**THE TASK:**
Reproduce, from the lines below, exactly the stretch that begins at the line containing "prospective] [n_sim retrospective]" and ends at the line containing "const t0 = performance.now();", both included.

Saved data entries
......

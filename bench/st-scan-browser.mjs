// The space–time permutation scan in headless Chromium, through the page
// and its worker: invented events (N at L distinct places uniform in a
// 10 km square, dates uniform over 2025, seeded; no space–time
// interaction), Cloister.runJob (spaceTimeScanStart / Step / Finish) timed
// as the Run button uses it, spread over helper workers and on one worker,
// and the two results compared. Prospective: periods of up to 30 days
// ending on the last day, n_sim permutations; retrospective: periods of up
// to 30 days anywhere, fewer permutations (its time per permutation is the
// figure). Usage:
//   node bench/st-scan-browser.mjs [events] [places] [n_sim prospective] [n_sim retrospective]
// Prints one JSON line per run. Never run from the tests.
import { launch, openPage, act } from '../tests/e2e/helpers.mjs';

const n = Number(process.argv[2]) || 10000;
const places = Number(process.argv[3]) || 1000;
const nPro = Number(process.argv[4]) || 999;
const nRetro = Number(process.argv[5]) || 3;

function csv() {
  let s = 20250601;
  const rnd = () => { s = (Math.imul(s, 1103515245) + 12345) >>> 0; return s / 2 ** 32; };
  const at = Array.from({ length: places }, () => [(rnd() * 10000).toFixed(1), (rnd() * 10000).toFixed(1)]);
  const t0 = Date.UTC(2025, 0, 1);
  const lines = ['x,y,date'];
  for (let i = 0; i < n; i++) {
    const [x, y] = at[Math.min(places - 1, Math.floor(rnd() * places))];
    const d = new Date(t0 + Math.floor(rnd() * 365) * 86400000).toISOString().slice(0, 10);
    lines.push(`${x},${y},${d}`);
  }
  return Buffer.from(lines.join('\n'));
}

const browser = await launch();
try {
  const { page } = await openPage(browser);
  await act(page, () => page.setInputFiles('#events-file', { name: 'st.csv', mimeType: 'text/csv', buffer: csv() }));
  for (const [mode, nSim] of [['prospective', nPro], ['retrospective', nRetro]]) {
    let base = null;
    for (const parallel of [true, false]) {
      const got = await page.evaluate(async ({ mode, nSim, parallel }) => {
        const spec = { start: 'spaceTimeScanStart', step: 'spaceTimeScanStep', finish: 'spaceTimeScanFinish', params: { mode, n_sim: nSim, seed: 7, max_days: 30 } };
        if (parallel) spec.parallel = { share: 'spaceTimeScanShare', helperStart: 'spaceTimeScanHelperStart', simulate: 'spaceTimeScanSimulate', add: 'spaceTimeScanAdd' };
        let workers = 1;
        let startMs = null;
        const t0 = performance.now();
        const res = await window.Cloister.runJob(spec, (p) => { workers = Math.max(workers, p.workers || 1); if (startMs === null && p.start_ms != null) startMs = p.start_ms; }).promise;
        return { ms: performance.now() - t0, startMs, workers, cores: navigator.hardwareConcurrency, p: res.p_value, circles: res.n_circles, json: JSON.stringify(res) };
      }, { mode, nSim, parallel });
      base ??= got.json;
      console.log(JSON.stringify({ mode, events: n, places, n_sim: nSim, parallel, workers: got.workers, cores: got.cores, circles: got.circles, start_s: +(got.startMs / 1000).toFixed(2), seconds: +(got.ms / 1000).toFixed(2), p_value: got.p, same_as_first: got.json === base }));
    }
  }
} finally {
  await browser.close();
}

......

**SOLUTION TO THIS TASK:**
//   node bench/st-scan-browser.mjs [events] [places] [n_sim prospective] [n_sim retrospective]
// Prints one JSON line per run. Never run from the tests.
import { launch, openPage, act } from '../tests/e2e/helpers.mjs';

const n = Number(process.argv[2]) || 10000;
const places = Number(process.argv[3]) || 1000;
const nPro = Number(process.argv[4]) || 999;
const nRetro = Number(process.argv[5]) || 3;

function csv() {
  let s = 20250601;
  const rnd = () => { s = (Math.imul(s, 1103515245) + 12345) >>> 0; return s / 2 ** 32; };
  const at = Array.from({ length: places }, () => [(rnd() * 10000).toFixed(1), (rnd() * 10000).toFixed(1)]);
  const t0 = Date.UTC(2025, 0, 1);
  const lines = ['x,y,date'];
  for (let i = 0; i < n; i++) {
    const [x, y] = at[Math.min(places - 1, Math.floor(rnd() * places))];
    const d = new Date(t0 + Math.floor(rnd() * 365) * 86400000).toISOString().slice(0, 10);
    lines.push(`${x},${y},${d}`);
  }
  return Buffer.from(lines.join('\n'));
}

const browser = await launch();
try {
  const { page } = await openPage(browser);
  await act(page, () => page.setInputFiles('#events-file', { name: 'st.csv', mimeType: 'text/csv', buffer: csv() }));
  for (const [mode, nSim] of [['prospective', nPro], ['retrospective', nRetro]]) {
    let base = null;
    for (const parallel of [true, false]) {
      const got = await page.evaluate(async ({ mode, nSim, parallel }) => {
        const spec = { start: 'spaceTimeScanStart', step: 'spaceTimeScanStep', finish: 'spaceTimeScanFinish', params: { mode, n_sim: nSim, seed: 7, max_days: 30 } };
        if (parallel) spec.parallel = { share: 'spaceTimeScanShare', helperStart: 'spaceTimeScanHelperStart', simulate: 'spaceTimeScanSimulate', add: 'spaceTimeScanAdd' };
        let workers = 1;
        let startMs = null;
        const t0 = performance.now();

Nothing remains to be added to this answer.